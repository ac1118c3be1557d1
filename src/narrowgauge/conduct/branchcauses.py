"""Why two branches differ: the first operation in which they part, and whether a compiler's liberty explains it."""

from __future__ import annotations

from collections.abc import Sequence
from dataclasses import dataclass, replace
from itertools import combinations

import numpy as np

from narrowgauge.arithmetic.formats import FORMATS
from narrowgauge.conduct.branchemulation import Case, Emulation, Run
from narrowgauge.conduct.firstdifference import Located, Side, first_difference
from narrowgauge.conduct.tracing import Trace
from narrowgauge.conduct.tracingcauses import Cause, explains
from narrowgauge.conduct.tracingown import run_traced
from narrowgauge.dispatch.looser import Manner
from narrowgauge.dispatch.setting import Place
from narrowgauge.errors import NarrowgaugeError
from narrowgauge.kernel.auditfile import AuditFile
from narrowgauge.kernel.contract import quantities_of
from narrowgauge.measure.branchruns import Branch, BranchError, Given, Order, its_own, laid
from narrowgauge.record.branches import PointEntry, WhereEntry

__all__ = ["MOST_STEPS", "Causes", "follow", "located", "narrow_down", "where_entry"]

MOST_STEPS = 256  # of a level on which causes are looked for: all results of a run are kept
_MOST_LINES = 5  # with two products in a sum: 32 choices


@dataclass(slots=True)
class Causes:
    """What explains every difference of two functions up to now: manners, each with the side, 0 or 1, that has it.

    None before the first one. What explains some differences and not others does so by chance.
    """

    left: list[tuple[Manner, int]] | None = None

    def __str__(self) -> str:
        """Return the first of them in words; empty where nothing explains all."""
        if not self.left:
            return ""
        manner, _ = self.left[0]
        return "fused multiply-add" if manner.kind == "fused" else f"wider intermediates, in {manner.wide}"


def follow(run: Run, draws: Given, quantity: str, trace: Trace, *, order: Order = "C", over_paths: bool = True) -> bool:
    """Run a function once more and keep all that it computes in a trace; whether that could be done.

    It cannot for a library, a command, or a kernel that is run path by path.
    """
    source = run.source
    if not source.python:
        return False
    with its_own(run.level, run.arm):
        if source.rounds == "itself":
            branch = Branch(source, run.arm, run.wide)
            branch.wide_draws(draws)
            file = source.file
            low, wide = branch.typed(draws)
            if wide is not None:
                trace.draws(wide)
            given = laid(low, order)
            result = run_traced(branch.copy, given, file.ladder.step_size(run.level), trace=trace, **file.keywords())
            trace.gave(np.asarray(quantities_of(result)[quantity]))
            return True
        branch = Branch(source, run.arm, run.wide, rows=run.rows, observer=trace)
        if branch.one_path and not run.rows:
            return False
        trace.draws(draws.narrow)
        found = branch.lying(draws, run.level, order, over_paths=over_paths)
        trace.gave(found[quantity])
        return True
    raise AssertionError("what it raises is raised")


def located(low: Run, correction: Run, draws: Given, quantity: str) -> tuple[Located | None, Cause | None]:
    """Return where two functions part on the same draws, and what explains that operation on all of them.

    None where nothing can be found or followed.
    """
    paths = draws.narrow.shape[-1]
    first, second = Trace(paths), Trace(paths)
    try:
        done = follow(low, draws, quantity, first) and follow(correction, draws, quantity, second)
    except (BranchError, NarrowgaugeError):  # a trace asks more of a function than a run
        return None, None
    form = FORMATS[low.arm]
    found = first_difference(first, second, form=form) if done else None
    return found, None if found is None else explains(found, first, second, form)


def narrow_down(causes: Causes, runs: tuple[Run, Run], case: Case, quantity: str, found: Located | None) -> None:
    """Leave of the causes what makes every path of one function that of the other in this case, too.

    Each function with a source in Python is emulated anew with products fused into its sums, or with wider
    intermediates within an expression, everywhere or where the two were `found` to part, and held against the results
    of the other one, all bits, also on paths that agree as it is. A function whose own bits are not those of its
    emulation, since it casts to formats of its choice, is not asked.
    """
    sides = [
        Emulation(runs[0], case, quantity, own=case.low, wanted=case.correction),
        Emulation(runs[1], case, quantity, own=case.correction, wanted=case.low),
    ]
    sides_found = (None, None) if found is None else (found.low, found.correction)
    places = [None if one is None else one.place for one in sides_found]
    if causes.left is None:
        causes.left = _manners(runs[0].arm, places, [line for side in sides for line in side.lines_of_two()])
    causes.left = [(manner, side) for manner, side in causes.left if sides[side].gives(manner)]


def _manners(arm: str, places: Sequence[Place | None], of_two: Sequence[Place | None]) -> list[tuple[Manner, int]]:
    """Return what is tried on which side, 0 or 1: everywhere, then on the line of `places` alone.

    Of two products either may be fused, on each of the lines `of_two` for itself.
    """
    manners = [Manner("wider", wide="float32")] if FORMATS[arm].precision < FORMATS["float32"].precision else []
    manners.append(Manner("wider", wide="float64"))
    choices = [
        frozenset(some) for count in range(len(of_two) + 1) for some in combinations(of_two[:_MOST_LINES], count)
    ]
    # Across lines first: where nothing was fused across lines, that run answers for the other one.
    manners += [Manner("fused", last=last, across=across) for across in (True, False) for last in choices]
    both = [(manner, side) for manner in manners for side in (0, 1)]
    alone = [(replace(manner, only=place), side) for manner, side in both if (place := places[side]) is not None]
    return [*both, *alone]


def where_entry(file: AuditFile, found: Located | None, cause: Cause | None = None) -> WhereEntry | None:
    """Return a place where two runs part, and what explains it there, as an entry of the record."""
    if found is None:
        return None
    return WhereEntry(
        low=_point(file, found.low),
        correction=_point(file, found.correction),
        ulps=None if found.ulps is None or not np.isfinite(found.ulps) else float(found.ulps),
        incomplete=found.incomplete,
        cause=cause,
    )


def _point(file: AuditFile, side: Side | None) -> PointEntry | None:
    if side is None:
        return None
    place = side.place
    return PointEntry(
        kind=side.kind,
        file=None if place is None else file.shown(place.file),
        line=None if place is None else place.line,
        operation=side.operation,
        text=str(side),
    )
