class _Site:
    """One operation at one place in compiled code: two additions on a line are told apart. `step` counts its runs.

    Results and operands are held, a row for each run, to be looked at many at a time: an operation on few paths is over
    sooner than the first of a dozen looks at it. `operands` is empty where they have other shapes than the result.
    """

    __slots__ = ("code", "kind", "marks", "operands", "operation", "place", "result", "room", "seen", "shape", "step")

    def __init__(self, code: CodeType | None, place: Place | None, operation: str) -> None:
        self.code = code  # kept alive, since its identity is a key
        self.place, self.operation = place, operation
        self.step, self.room = 0, 0
        self.seen = LineSeen()
        self.marks: list[_Mark] = []
        self.shape: tuple[int, ...] | None = None  # of each result, and its type
        self.kind: Any = None
        self.result: Any = None
        self.operands: list[Any] = []

    def make_room(self, result: Any, operands: Sequence[Any]) -> None:
        """Make rows for results like this one."""
        shape, kind = np.shape(result), result.dtype
        self.room = max(1, min(_ROWS, _HELD // max(1, result.size)))
        self.shape, self.kind = shape, kind
        self.result = np.empty((self.room, *shape), kind)
        alike = all(_spreads(np.shape(one), shape) for one in operands)
        self.operands = [np.empty((self.room, *shape), kind) for _ in operands] if alike else []


@dataclass(frozen=True, slots=True, kw_only=True)
class Seen:
    """What was seen since the last harvest: lines, the first non-finite result, and by path lost and small results.

    `lost` counts lost additions, `below` subnormal results and underflows, float64 of shape (paths,); what has no axis
    of paths counts for all of them alike. `largest_met` is the largest finite operand of a float64 run.
    """

    lines: dict[tuple[Place | None, str], LineSeen]
    first: Nonfinite | None
    lost: Doubles
    below: Doubles
    largest_met: float


class RangeWatch:
    """Looks at every operation that rounds, in runs of the format `form`; in float64 not for lost additions.

    A step is how often an operation at its place in the code ran before, in the same call. `expect` comes before the
    calls of a run, `begin` before each of them, with the path where the kernel is called for one at a time. What a
    single call adds up or multiplies out (np.sum, a product of matrices) is one operation, whose parts are not seen;
    what `where=` leaves out is computed all the same, and seen.
    """

    def __init__(self, form: Format) -> None:
        self._form = form
        self._least, self._most = form.min_normal, form.max_finite
        self._reference = form.precision == _REFERENCE
        self._path: int | None = None
        self.expect(0)

    def _clear(self) -> None:
        self._sites: dict[tuple[int, int, str], _Site] = {}
        self._first: Nonfinite | None = None
        self._first_order = 0
        self._lost, self._below = np.zeros(self._paths), np.zeros(self._paths)
        self._largest = 0.0
        self._order = 0

    def expect(self, paths: int) -> None:
        """Forget everything, and expect calls with so many paths in all."""
        self._paths = paths
        self._clear()

    def begin(self, path: int | None = None) -> None:
        """Begin to count steps anew; `path` is the only one of the call that follows."""
        self._path = path
        for site in self._sites.values():
            site.step = 0

    def harvest(self) -> Seen:
        """Return what was seen, and forget it."""
        lines: dict[tuple[Place | None, str], LineSeen] = {}
        for site in self._sites.values():
            self._look(site)
            lines.setdefault((site.place, site.operation), LineSeen()).add(site.seen)
        seen = Seen(lines=lines, first=self._first, lost=self._lost, below=self._below, largest_met=self._largest)
        self._clear()
        return seen

    def saw(self, setting: Setting, operation: str, route: Route, operands: Sequence[Any], result: Any) -> None:
        """Hold one operation; those that never round make no magnitudes that were not there."""
        if (route == "exact" and operation != _MAY_BE_NAN) or not _is_float(result):
            return
        if type(result) is float:
            result = np.float64(result)
        site = self._site(setting, operation)
        if result.shape != site.shape or result.dtype != site.kind or not self._held(site, result, operands):
            self._look(site)
            site.make_room(result, operands)
            self._held(site, result, operands)
        if len(site.marks) == site.room:
            self._look(site)

    def _held(self, site: _Site, result: Any, operands: Sequence[Any]) -> bool:
        """Copy an operation into the next rows of its site; return whether its operands fit there."""
        held, row, finite = site.operands, len(site.marks), True
        if held:
            try:
                for place, rows in enumerate(held):
                    rows[row] = operands[place]
            except (IndexError, ValueError):  # fewer, or of another shape, than those before
                return False
        else:
            finite = all(bool(np.isfinite(one).all()) for one in operands if _is_float(one))
        site.result[row] = result
        site.marks.append((self._order, site.step, self._path, finite))
        self._order += 1
        site.step += 1
        return True

    def met(self, setting: Setting, constant: Any) -> None:
        """Note how large constants are that meet the reference."""
        if not self._reference:
            return
        if type(constant) is float:  # nearly all of them
            if self._largest < abs(constant) <= self._most:
                self._largest = abs(constant)
            return
        try:
            self._note(np.asarray(constant, np.float64))
        except (OverflowError, TypeError, ValueError):  # an integer past float64, or no number
            return

    def _note(self, met: Any) -> None:
        """Note how large operands are, draws and constants among them."""
        size = np.abs(met)
        largest = float(np.max(size, initial=0.0))
        if not largest <= self._most:  # also NaN
            largest = float(np.max(size, initial=0.0, where=np.isfinite(size)))
        self._largest = max(self._largest, largest)

    def decided(self, setting: Setting, answer: bool) -> None:
        """Pass over a decision."""

    def left(self, setting: Setting, way: Way) -> None:
        """Pass over what leaves the emulation."""

    def _site(self, setting: Setting, operation: str) -> _Site:
        frame = setting.frame()
        key = (0, 0, operation) if frame is None else (id(frame.f_code), frame.f_lasti, operation)
        site = self._sites.get(key)
        if site is None:
            code = None if frame is None else frame.f_code
            site = self._sites[key] = _Site(code, setting.where(), operation)
        return site

    @np.errstate(all="ignore")
    def _look(self, site: _Site) -> None:
        """Look at what a site holds, and let go of it."""
        number, seen = len(site.marks), site.seen
        if number == 0 or site.result.size == 0:
            site.marks.clear()
            return
        result, operands = site.result[:number], [rows[:number] for rows in site.operands]
        size = np.abs(result)
        high, low = float(np.maximum.reduce(size, None)), float(np.minimum.reduce(size, None))
        if not (low >= self._least and high <= self._most):
            low, high = self._outside(site, operands, result, size)
        seen.results += size.size
        seen.smallest, seen.largest = min(seen.smallest, low), max(seen.largest, high)
        if self._reference:
            for each in operands:
                self._note(each)
        elif site.operation in _SUMS and operands:
            self._summed(site, operands, size)
        site.marks.clear()

    def _outside(self, site: _Site, operands: Sequence[Any], result: Any, size: Any) -> tuple[float, float]:
        """Count what is no normal number; return the smallest and the largest magnitude of what is left, zeros not."""
        seen, zero, finite = site.seen, size == 0, size <= self._most
        if not finite.all():
            self._nonfinite(site, operands, result, ~finite)
        below = (size < self._least) & ~zero
        seen.subnormals += int(np.count_nonzero(below))
        if site.operation in _NEVER_ZERO and operands and zero.any():
            gone = zero & _finite(operands, other_than_zero=True)
            seen.underflows += int(np.count_nonzero(gone))
            below |= gone
        if below.any():
            self._below += self._by_path(below, site)
        inside = size[finite & ~zero]
        return (float(inside.min()), float(inside.max())) if inside.size else (math.inf, 0.0)

    def _nonfinite(self, site: _Site, operands: Sequence[Any], result: Any, where: Any) -> None:
        """Count overflows, and keep the first result of the run that is not finite."""
        operation = site.operation
        if operation in _LARGE and operands:
            pole = _POLES.get(operation)
            over = where & _finite(operands)
            site.seen.overflows += int(np.count_nonzero(over if pole is None else over & (operands[pole] != 0)))
        elif not operands:
            finite = np.array([mark[3] for mark in site.marks])
            site.seen.overflows += int(np.count_nonzero((where & np.isinf(result)).T & finite))
        spot = np.unravel_index(int(np.argmax(where)), where.shape)
        order, step, path, _ = site.marks[spot[0]]
        if self._first is None or order < self._first_order:
            axis = self._axis(where.shape)
            self._first_order = order
            self._first = Nonfinite(
                place=site.place,
                operation=operation,
                kind="infinite" if np.isinf(result[spot]) else "not a number",
                step=step,
                path=path if axis is None else int(spot[axis]),
                operands=tuple(_known(one[spot]) for one in operands),
            )

    def _summed(self, site: _Site, operands: Sequence[Any], size: Any) -> None:
        """Count lost additions and cancelled bits."""
        seen = site.seen
        one, other = map(np.abs, operands)
        larger = np.maximum(one, other)
        seen.additions += size.size
        kept = size == larger
        if kept.any():
            lost = kept & (np.minimum(one, other) > 0) & (larger <= self._most)
            if number := int(np.count_nonzero(lost)):
                seen.lost += number
                self._lost += self._by_path(lost, site)
                rows = np.flatnonzero(lost.reshape(len(lost), -1).any(axis=1))
                first = min(site.marks[row][1] for row in rows)
                seen.first_lost = first if seen.first_lost is None else min(seen.first_lost, first)
        bits = _exponents(larger) - _exponents(size)
        np.clip(bits, 0, self._form.precision, out=bits)
        seen.bits += int(np.add.reduce(bits, None, dtype=np.int64))
        seen.most_bits = max(seen.most_bits, int(np.maximum.reduce(bits, None)))

    def _by_path(self, mask: Any, site: _Site) -> Doubles:
        """Return how many places of a mask, (rows, ...), are true for each path."""
        axis = self._axis(mask.shape)
        if axis is not None:
            counts: Doubles = np.sum(mask, axis=tuple(a for a in range(mask.ndim) if a != axis), dtype=np.float64)
            return counts
        if self._path is None:
            return np.full(self._paths, np.count_nonzero(mask) / self._paths)
        counts = np.zeros(self._paths)
        np.add.at(counts, [mark[2] or 0 for mark in site.marks], mask.reshape(len(mask), -1).sum(axis=1))
        return counts

    def _axis(self, shape: tuple[int, ...]) -> int | None:
        """Return the last axis as long as the paths, of rows; None without one, and for one path a call."""
        if self._path is not None:
            return None
        return next((axis for axis in reversed(range(1, len(shape))) if shape[axis] == self._paths), None)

——————

▶ What is expected
In the listing above, find the line containing "causes.left = _manners(runs[0].arm, places, [line" and the line containing "def _manners(arm: str, places: Sequence[Place", then repeat those two lines and everything between them exactly.

▶ Expected output
        causes.left = _manners(runs[0].arm, places, [line for side in sides for line in side.lines_of_two()])
    causes.left = [(manner, side) for manner, side in causes.left if sides[side].gives(manner)]


def _manners(arm: str, places: Sequence[Place | None], of_two: Sequence[Place | None]) -> list[tuple[Manner, int]]:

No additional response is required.